How to Use Python in a Finance Environment
Below is a completed Python program that illustrates the power and ease of “scraping” data from websites. The program uses the Yahoo Finance API to create a quick comparable analysis (“comps”) table using live data feed from Yahoo’s website. At the very end of the program, Python exports the data into Excel. You can copy and paste the code from the end of this article or download the completed file here.
Within this article we will explain at a high level what the program is doing and how it could be modified to retrieve a different set of companies and different set of financial metrics. No extensive knowledge of Python or coding is needed; however, it is recommended to have a basic understanding on how to use an IDE (Integrated Development Environment) to be able to run the Python code. In the screenshots below we have used Spyder; if you require installation instructions you can view them here.
Quick Background on Web Scraping and JSON
Feel free to skip this section if you are familiar with APIs and know what web scraping is.
Web “scraping” is a generic term used by programmers that essentially means aggregating or extracting data from websites. Scraping can be done by opening a browser from within a programming language, navigating to a specific website and then downloading the data from that web page either directly into the programming language or as separate files. Sometimes, a browser doesn’t even need to be opened and the coding can access the server directly where the data is being stored.
Web scraping can be one of the easiest but also one of the hardest things to code in a programming language, due to the complexity and variability in how information is stored on websites. For more complex websites, you usually need to know a little bit of web design (HTML, CSS, JavaScript) and also a bit of trial and error to get the data downloaded in the proper format.
Luckily, great data providers have something called an “API” (Application Program Interface) which helps the process of downloading data from their websites into different external programs (Excel, Python, VBA, etc.). Unfortunately, usually these data providers also charge money to use their API.
One common approach to sharing data through APIs is using JSON (JavaScript Object Notation), which stores data in a particular way using something called key:value pairs. Think of keys as the column headings in a table and the values as the data inside each column.
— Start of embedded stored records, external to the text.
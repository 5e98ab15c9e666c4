"""``panelkit lock``: from a run to a panel file."""

from pathlib import Path

import click

from panelkit.cli.screen import console, show_json, show_table
from panelkit.config import LOCK
from panelkit.records import PanelContent
from panelkit.workflow import lock_panel

__all__ = ["command"]


@click.command("lock")
@click.argument("run", type=click.Path(path_type=Path))
@click.option("--rule", help="A rule of choice.json.  [the primary rule]")
@click.option("--panel", help="A panel of the frontier, MAKER-SIZE.")
@click.option(
    "--cutoff",
    "cutoffs",
    multiple=True,
    help="youden, or KIND=VALUE: sensitivity, specificity, either with "
    "-lower-limit, net-benefit; may be repeated.  "
    f"[{', '.join(LOCK.cutoffs)}]",
)
@click.option("--study", type=click.Path(path_type=Path), help="Refit on its data.")
@click.option("--prevalence", type=float, help="For predictive values.")
@click.option("--assay-cv", type=float, default=0.0, help="Added error of the assay.")
@click.option("--out", type=click.Path(path_type=Path), required=True)
@click.option("--json", "as_json", is_flag=True, help="Print the result as JSON.")
def command(  # noqa: PLR0913 - one argument an option
    run: Path,
    rule: str | None,
    panel: str | None,
    cutoffs: tuple[str, ...],
    study: Path | None,
    prevalence: float | None,
    assay_cv: float,
    out: Path,
    as_json: bool,
) -> None:
    """Lock a panel of the finished RUN."""
    found = lock_panel(
        run,
        out,
        rule=rule,
        panel=panel,
        cutoffs=cutoffs or LOCK.cutoffs,
        study=study,
        prevalence=prevalence,
        assay_cv=assay_cv,
    )
    if as_json:
        show_json(
            {
                "panel": found.name,
                "file": str(out),
                "content_sha256": found.content_sha256,
                "markers": list(found.features),
                "shrinkage": found.honest.shrinkage,
                "cutoffs": [
                    {"name": cut.name, "chance": cut.chance} for cut in found.cutoffs
                ],
                "cautions": list(found.cautions),
            }
        )
    else:
        _show(found, out)


def _show(found: PanelContent, out: Path) -> None:
    show_table(
        f"{found.name}: chance of {found.outcome} = {found.positive}",
        ["marker", "analyte", "unit", "coefficient", "training range"],
        [
            [
                marker.feature,
                marker.analyte,
                marker.unit,
                f"{marker.coefficient:+.4g}",
                f"{marker.measured_low:.4g} to {marker.measured_high:.4g}",
            ]
            for marker in found.markers
        ],
        right=(3,),
    )
    screen = console()
    for step in found.steps:
        screen.print(f"preparation: {step.words}", markup=False)
    screen.print(found.honest.sentence, markup=False)
    for cut in found.cutoffs:
        screen.print(cut.sentence, markup=False)
    for caution in found.cautions:
        screen.print(caution, markup=False)
    screen.print(f"Written: {out} (hash {found.content_sha256[:16]}...)", markup=False)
For the Yahoo Finance example below, each website link is a link to a JSON web page that shows financial data for one particular ticker or company.
For example, this link will take you to the JSON output for Apple from Yahoo Finance and provides live data (usually 15 min delayed) on Apple’s current share price, volume traded, different financial ratios (P/E, P/B, etc.).
From the screenshot above, you can see a few patterns with JSON pages:
- Data is outputted within braces or “curly” brackets: { }
- There are usually different layers of data and braces; in this case at the top level there is “quoteResponse”, then “result”, and then finally each metric
- Each metric is provided in a key: value format and separated by commas
In most programming languages, working with JSON API’s takes a bit of work because a lot of text manipulation is needed to go from data being stored in key:value pairs and separated by commas and braces to data stored in simple Excel tables.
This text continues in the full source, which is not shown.